One of the usual complaints I hear whenever I mention overlay virtual networks is “with overlay networks we lose all application visibility and QoS functionality” ... that worked so phenomenally in the physical networks, right?
The wonderful QoS the physical hardware gives you
To put my ramblings into perspective, let’s start with what we do have today. Most hardware vendors give you basic DiffServ functionality: classification based on L2-4 information, DSCP or 802.1p (CoS) marking, policing and queuing. Shaping is rare. Traffic engineering is almost nonexistent (while some platforms support MPLS TE I haven’t seen many people brave enough to deploy it in their data center network).
Usually a single vendor delivers an inconsistent set of QoS features that vary from platform to platform (based on the ASIC or merchant silicon used) or even from linecard to linecard (don’t even mention Catalyst 6500). Sometimes you need different commands or command syntax to configure QoS on different platforms from the same hardware vendor.
I don’t blame the vendors. Doing QoS at gigabit speeds in a terabit fabric is hard. Really hard. Having thousands of hardware output queues per port or hardware-based shaping is expensive (why do you think we had to pay an arm and a leg for ATM adapters?).
Do we need QoS?
Maybe not. Maybe it’s cheaper to build a leaf-and-spine fabric with more bandwidth than your servers can consume. Learn from the global Internet - everyone talks about QoS, but the emperor is still naked.
How should QoS work?
The only realistic QoS technology that works at terabit speeds is DiffServ – packet classification is encoded in DSCP or CoS (802.1p bits). In an ideal world the applications (or host OS) set the DSCP bits based on their needs, and the network accepts (or rewrites) the DSCP settings and provides the differentiated queuing, shaping and dropping.
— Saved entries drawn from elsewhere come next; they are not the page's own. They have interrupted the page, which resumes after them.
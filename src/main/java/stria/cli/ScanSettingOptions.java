package stria.cli;

import picocli.CommandLine;
import picocli.CommandLine.Option;
import stria.pipeline.ScanOptions;
import stria.pipeline.ScanSettings;

/**
 * The options that shape a scan's loci, and its threads and window, mixed into every command that scans
 * ({@code scan}, {@code compare}), so they are typed, checked and documented alike. The settings are built
 * and checked by {@link ScanOptions}; a bad value is a usage error naming the option.
 */
final class ScanSettingOptions {
    @Option(names = "--exact", description = "Report exact runs (maximal repetitions, purity 1) instead of "
            + "imperfect loci.")
    boolean exact;

    @Option(names = "--min-period", paramLabel = "N", description = "Smallest period reported (default: "
            + ScanOptions.MIN_PERIOD + ").")
    Integer minPeriod;

    @Option(names = "--max-period", paramLabel = "N", description = "Largest period reported (default: "
            + ScanOptions.MAX_PERIOD + "; up to 1,000,000).")
    Integer maxPeriod;

    @Option(names = "--min-copies", paramLabel = "X", description = "Smallest copy number (length / period) "
            + "reported (default: " + ScanOptions.EXACT_MIN_COPIES + " exact, " + ScanOptions.IMPERFECT_MIN_COPIES
            + " imperfect).")
    Double minCopies;

    @Option(names = "--min-length", paramLabel = "N", description = "Shortest locus reported, in bases "
            + "(default: " + ScanOptions.EXACT_MIN_LENGTH + " exact, " + ScanOptions.IMPERFECT_MIN_LENGTH
            + " imperfect).")
    Integer minLength;

    @Option(names = "--min-purity", paramLabel = "X", description = "Lowest purity (0..1) of an imperfect locus "
            + "(default: " + ScanOptions.IMPERFECT_MIN_PURITY + ").")
    Double minPurity;

    @Option(names = "--min-score", paramLabel = "BITS", description = "Lowest score of an imperfect locus, in "
            + "bits (default: " + ScanOptions.IMPERFECT_MIN_SCORE + "). A score of S bits means the repeated "
            + "consensus explains the locus' bases 2^S times better than random bases of the genome's "
            + "composition do.")
    Double minScore;

    @Option(names = "--max-evalue", paramLabel = "X", description = "Highest evalue of an imperfect locus "
            + "(default: " + ScanOptions.IMPERFECT_MAX_EVALUE + "; Infinity for none). The evalue of a locus is "
            + "the number of loci scoring at least as well that chance alone would give in one million bases. "
            + "It assumes random i.i.d. sequence of the scanned composition; real genomes are not random, so "
            + "it ranks loci and is not the probability that a locus is real.")
    Double maxEvalue;

    @Option(names = {"-t", "--threads"}, paramLabel = "N", description = "Worker threads (default: all cores, "
            + "here ${DEFAULT-VALUE}). The output is the same for any value.")
    int threads = Runtime.getRuntime().availableProcessors();

    @Option(names = "--window", paramLabel = "SIZE", description = "Advanced: bases per window (default: 256K, or "
            + "64 x --max-period up to 4M when that is more). Memory grows with window x threads; the output is "
            + "the same for any value.")
    String window;

    /** The settings, or a usage error of {@code cl}. */
    ScanSettings settings(CommandLine cl) {
        try {
            return new ScanOptions(exact ? ScanSettings.Mode.EXACT : ScanSettings.Mode.IMPERFECT)
                    .minPeriod(minPeriod).maxPeriod(maxPeriod).minCopies(minCopies).minLength(minLength)
                    .minPurity(minPurity).minScore(minScore).maxEvalue(maxEvalue).threads(threads)
                    .window(window == null ? null : parseSize(cl, window, "--window")).settings();
        } catch (IllegalArgumentException e) {
            throw new CommandLine.ParameterException(cl, e.getMessage());
        }
    }

    /** Parses 4000000, 4,000,000, 4M, 500k. */
    static long parseSize(CommandLine cl, String text, String option) {
        String t = text.trim().replace(",", "").replace("_", "");
        long mult = 1;
        char last = t.isEmpty() ? ' ' : Character.toLowerCase(t.charAt(t.length() - 1));
        if (last == 'k') {
            mult = 1_000;
        } else if (last == 'm') {
            mult = 1_000_000;
        } else if (last == 'g') {
            mult = 1_000_000_000;
        }
        if (mult != 1) {
            t = t.substring(0, t.length() - 1);
        }
        try {
            return Math.multiplyExact(Long.parseLong(t), mult);
        } catch (NumberFormatException | ArithmeticException e) {
            throw new CommandLine.ParameterException(cl, option + " takes a size such as 4000000, "
                    + "4,000,000 or 4M (got " + text + ")");
        }
    }
}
In reality, the classification is usually done on the ingress network device, because we prefer playing MacGyvers instead of telling our customers (= applications) “what you mark is what you get”.
Finally, there are the poor souls that do QoS classification and marking in the network core because someone bought them edge switches that are too stupid to do it.
How much QoS do we get in the virtual switches?
Now let’s focus on the QoS functionality of the new network edge: the virtual switches. As in the physical world, there’s a full range of offerings, from minimalistic to pretty comprehensive:
- vDS in vSphere 5.1 has minimal QoS support: per-pool 802.1p marking and queuing;
- Nexus 1000V has a full suite of classification, marking, policing and queuing tools. It also copies inner DSCP and CoS values into VXLAN+MAC envelope;
- VMware NSX (the currently shipping NVP 3.1 release) uses a typical service provider model: you can define minimal (affecting queuing) and maximal (triggering policing) bandwidth per VM, accept or overwrite DSCP settings, and copy DSCP bits from virtual traffic into the transport envelopes;
- vDS in vSphere 5.5 is has full 5-tuple classifier and CoS/DSCP marking (here's how it works).
- We’ll see what NSX for vSphere delivers when it ships ;)
In my opinion, you get pretty much par for the course with the features of Nexus 1000V, VMware NSX or (hopefully) vSphere 5.5 vDS, and you get DSCP-based classification of overlay traffic with VMware NSX and Nexus 1000V.
It is true that you won’t be able to do per-TCP-port classification and marking of overlay virtual traffic in your ToR switch any time soon (but I’m positive there are at least a few vendors working on it).
It’s also true that someone will have to configure classification and marking on the new network edge (in virtual switches) using a different toolset, but if that’s an insurmountable problem, you might want to start looking for a new job anyway.